Re: [PATCH 0/5] ftrace: to kill a daemon

From: Jeremy Fitzhardinge
Date: Thu Aug 07 2008 - 17:12:22 EST


Steven Rostedt wrote:
Now, this was no easy task. We needed to add a section to every object
file with a list of pointers to the call sites to mcount. The idea I came
up with was to make a tmp.s file for every object just after it is compiled.
This tmp.s would then be compiled and relinked into the original object.
The tmp.s file would have something like:

.section __mcount_loc,"a",@progbits
.quad location_of_mcount1
.quad location_of_mcount2
(etc)

I have a few concerns about this scheme:

One is that you assume that all text is in a .text section, and that the offsets you compute on a per-section basis are going to be valid in the final kernel image. At the very least you should make each offset relative to its own function rather than inter-function.

But it seems pretty fragile overall. Things like -ffunction-sections and section gc will invalidate the table you build up.

It seems to me that you can acheive the same effect by:

1. link vmlinux with "ld -q", which will leave the relocation
information intact in the final object
2. use "readelf -r" to extract the relocation info, find the
references to mcount and build a table
3. link that table into the kernel image
4. repeat to get a stable result

Note that steps 2-4 are identical to kallsyms, both in intent and detail. The only difference is the precise table you build and the command you use to extract the info from the kernel.

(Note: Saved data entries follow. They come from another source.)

import { OverlayContainer } from '@angular/cdk/overlay';
import { HttpTestingController } from '@angular/common/http/testing';
import { type ComponentFixture, TestBed } from '@angular/core/testing';
import { afterEach, describe, expect, it } from 'vitest';

import type { CatalogImportReport, Role, StoredCatalog, StoredCatalogItem } from '../core/api-types.js';
import { pageSpecProviders } from '../core/page-spec-providers.js';
import { CatalogPage } from './catalog-page.js';

// Items of Harbor Lane's invented demo catalog (demo-scenario.md).
const CATALOG: StoredCatalog = { currency: 'EUR', taxRatePercent: 20, version: 3, itemCount: 3, activeItemCount: 3, updatedAt: '2026-12-01T10:00:00.000Z' };
const STRIP: StoredCatalogItem = { sku: 'HL-S24-10', kind: 'strip', unitPrice: 39, voltageV: 24, powerWPerM: 10, cutPitchMm: 50, active: true };
const DRIVER: StoredCatalogItem = { sku: 'HL-D24-100', kind: 'driver', unitPrice: 34, voltageV: 24, ratingW: 100, active: true };
const CABLE: StoredCatalogItem = { sku: 'HL-C050', kind: 'cable', unitPrice: 0.6, crossSectionMm2: 0.5, cores: 2 } as StoredCatalogItem;

describe('CatalogPage', () => {
  let fixture: ComponentFixture<CatalogPage>;
  let http: HttpTestingController;

  async function render(role: Role, items: StoredCatalogItem[] = [STRIP, DRIVER, CABLE]): Promise<void> {
    TestBed.configureTestingModule({ providers: pageSpecProviders(role) });
    http = TestBed.inject(HttpTestingController);
    fixture = TestBed.createComponent(CatalogPage);
    http.expectOne('/v1/catalog').flush(CATALOG);
    http.expectOne((req) => req.url === '/v1/catalog/items').flush({ items, nextCursor: null });
    await settle();
  }

  afterEach(() => http.verify());

  const page = () => fixture.nativeElement as HTMLElement;
  const overlay = () => TestBed.inject(OverlayContainer).getContainerElement();
  const settle = async () => {
    await new Promise((resolve) => setTimeout(resolve, 0));
    await fixture.whenStable();
  };
  const skus = () => [...page().querySelectorAll('tr[data-sku]')].map((r) => r.getAttribute('data-sku'));

  it('lists every item, sorts by price and filters by text', async () => {
    await render('admin');
    expect(skus()).toEqual(['HL-S24-10', 'HL-D24-100', 'HL-C050']);

    const priceHeader = [...page().querySelectorAll('th')].find((th) => th.textContent?.includes('Unit price'))!;
    (priceHeader.querySelector('.mat-sort-header-container') as HTMLElement).click();
    await settle();
    expect(skus()).toEqual(['HL-C050', 'HL-D24-100', 'HL-S24-10']);

    const filter = page().querySelector<HTMLInputElement>('[data-testid="catalog-filter"]')!;
    filter.value = 'driver';
    filter.dispatchEvent(new Event('input'));
    await settle();
    expect(skus()).toEqual(['HL-D24-100']);
  });

  it('pages through a long catalog', async () => {
    const many = Array.from({ length: 30 }, (_, i): StoredCatalogItem => ({ ...DRIVER, sku: `HL-D-${String(i).padStart(2, '0')}` }));
    await render('admin', many);
    expect(skus()).toHaveLength(25);
  });

  it('gives a viewer no import, edit or retire controls', async () => {
    await render('viewer');
    expect(page().querySelector('tw-catalog-import')).toBeNull();
    expect(page().querySelector('[data-testid="edit-item"]')).toBeNull();
    expect(page().querySelector('[data-testid="retire-item"]')).toBeNull();
    expect(page().querySelector('[data-testid="catalog-export"]')).not.toBeNull(); // reading is allowed
  });

  it('retires an item and shows it retired', async () => {
    await render('admin');
    (page().querySelector('tr[data-sku="HL-D24-100"] [data-testid="retire-item"]') as HTMLButtonElement).click();
    http.expectOne((req) => req.method === 'DELETE' && req.url === '/v1/catalog/items/HL-D24-100').flush({ ...DRIVER, active: false });
    await settle();
    expect(page().querySelector('tr[data-sku="HL-D24-100"] [data-testid="item-state"]')?.textContent?.trim()).toBe('retired');
    expect(page().querySelector('tr[data-sku="HL-D24-100"] [data-testid="restore-item"]')).not.toBeNull();
  });

  it('sends only the changed price from the edit dialog', async () => {
    await render('admin');
    (page().querySelector('tr[data-sku="HL-S24-10"] [data-testid="edit-item"]') as HTMLButtonElement).click();
    await settle();
    const price = overlay().querySelector<HTMLInputElement>('[data-testid="item-price"]')!;
    price.value = '41.5';
    price.dispatchEvent(new Event('input'));
    (overlay().querySelector('[data-testid="item-save"]') as HTMLButtonElement).click();
    await settle();
    const patch = http.expectOne((req) => req.method === 'PATCH' && req.url === '/v1/catalog/items/HL-S24-10');
    expect(patch.request.body).toEqual({ unitPrice: 41.5 });
    patch.flush({ ...STRIP, unitPrice: 41.5 });
    await settle();
    expect(page().querySelector('tr[data-sku="HL-S24-10"]')?.textContent).toContain('41.50');
  });

  it('shows the dry run report first and imports only after confirmation', async () => {
    await render('admin');
    const file = new File(['sku,kind\n'], 'harbor-lane.csv', { type: 'text/csv' });
    const input = page().querySelector<HTMLInputElement>('[data-testid="catalog-file"]')!;
    Object.defineProperty(input, 'files', { value: [file] });
    input.dispatchEvent(new Event('change'));
    const dry = http.expectOne((req) => req.url === '/v1/catalog/imports');
    expect(dry.request.params.get('dryRun')).toBe('true');
    const report: CatalogImportReport = { dryRun: true, imported: false, rows: 3, created: 1, updated: 1, unchanged: 1, version: 4, errors: [] };
    dry.flush(report);
    await settle();
    expect(page().querySelector('[data-testid="import-report"]')?.textContent).toContain('1 would be new');

    (page().querySelector('[data-testid="import-confirm"]') as HTMLButtonElement).click();
    const real = http.expectOne((req) => req.url === '/v1/catalog/imports');
    expect(real.request.params.get('dryRun')).toBe('false');
    real.flush({ ...report, dryRun: false, imported: true });
    await settle();
    // The table reloads with what was imported.
    http.expectOne('/v1/catalog').flush({ ...CATALOG, version: 4 });
    http.expectOne((req) => req.url === '/v1/catalog/items').flush({ items: [STRIP], nextCursor: null });
    await settle();
    expect(page().querySelector('[data-testid="import-done"]')?.textContent).toContain('Imported 3 rows');
    expect(skus()).toEqual(['HL-S24-10']);
  });

  it('lists the bad rows of a file and offers no import', async () => {
    await render('admin');
    const input = page().querySelector<HTMLInputElement>('[data-testid="catalog-file"]')!;
    Object.defineProperty(input, 'files', { value: [new File(['x'], 'bad.csv', { type: 'text/csv' })] });
    input.dispatchEvent(new Event('change'));
    http.expectOne((req) => req.url === '/v1/catalog/imports').flush({
      dryRun: true,
      imported: false,
      rows: 2,
      created: 0,
      updated: 0,
      unchanged: 0,
      version: 3,
      errors: [{ row: 3, column: 'unitPrice', message: 'must be a number' }],
    } satisfies CatalogImportReport);
    await settle();
    expect(page().querySelector('[data-testid="import-errors"]')?.textContent).toContain('must be a number');
    expect(page().querySelector('[data-testid="import-confirm"]')).toBeNull();
  });

  it('says so when the catalog is empty', async () => {
    await render('admin', []);
    expect(page().querySelector('[data-testid="catalog-empty"]')).not.toBeNull();
  });

  it('shows the problem detail when the catalog cannot be loaded', async () => {
    TestBed.configureTestingModule({ providers: pageSpecProviders('viewer') });
    http = TestBed.inject(HttpTestingController);
    fixture = TestBed.createComponent(CatalogPage);
    http.expectOne('/v1/catalog').flush({ title: 'Forbidden', status: 403, detail: 'Needs the catalog:read scope.' }, { status: 403, statusText: 'Forbidden' });
    http.match((req) => req.url === '/v1/catalog/items'); // cancelled with the failed pair
    await settle();
    expect(page().querySelector('[data-testid="catalog-failed"]')?.textContent).toContain('Needs the catalog:read scope.');
  });
});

From a quick peek at the way Makefile implements kallsyms, it looks to me like it would be fairly easy to generalize so that you can do the mcount reloc processing in the same relink passes as kallsyms with minimal overhead on the kernel build time.

It just seems incredibly fiddly to be doing all this per-object.

J

By running objdump on the object file we can find the offsets into the
sections that the functions are called.

For example, looking at hrtimer.o:

Disassembly of section .text:

0000000000000000 <hrtimer_init_sleeper>:
0: 55 push %rbp
1: 48 89 e5 mov %rsp,%rbp
4: e8 00 00 00 00 callq 9 <hrtimer_init_sleeper+0x9>
5: R_X86_64_PC32 mcount+0xfffffffffffffffc
[...]

the '5' in the '5: R_X86_64_PC32' is the offset that the mcount relocation
is to be done for the call site. This offset is from the .text section,
and not necessarily, from the function. If we look further we see:

000000000000001e <ktime_add_safe>:
1e: 55 push %rbp
1f: 48 89 e5 mov %rsp,%rbp
22: e8 00 00 00 00 callq 27 <ktime_add_safe+0x9>
23: R_X86_64_PC32 mcount+0xfffffffffffffffc


This mcount call site is 0x23 from the .text section, and obviously
not from the ktime_add_safe.

If we make a tmp.s that has the following:

.section __mcount_loc,"a",@progbits
.quad hrtimer_init_sleeper + 0x5
.quad hrtimer_init_sleeper + 0x23

We have a section with the locations of these two call sites. After the final
linking, they will point to the actual address used.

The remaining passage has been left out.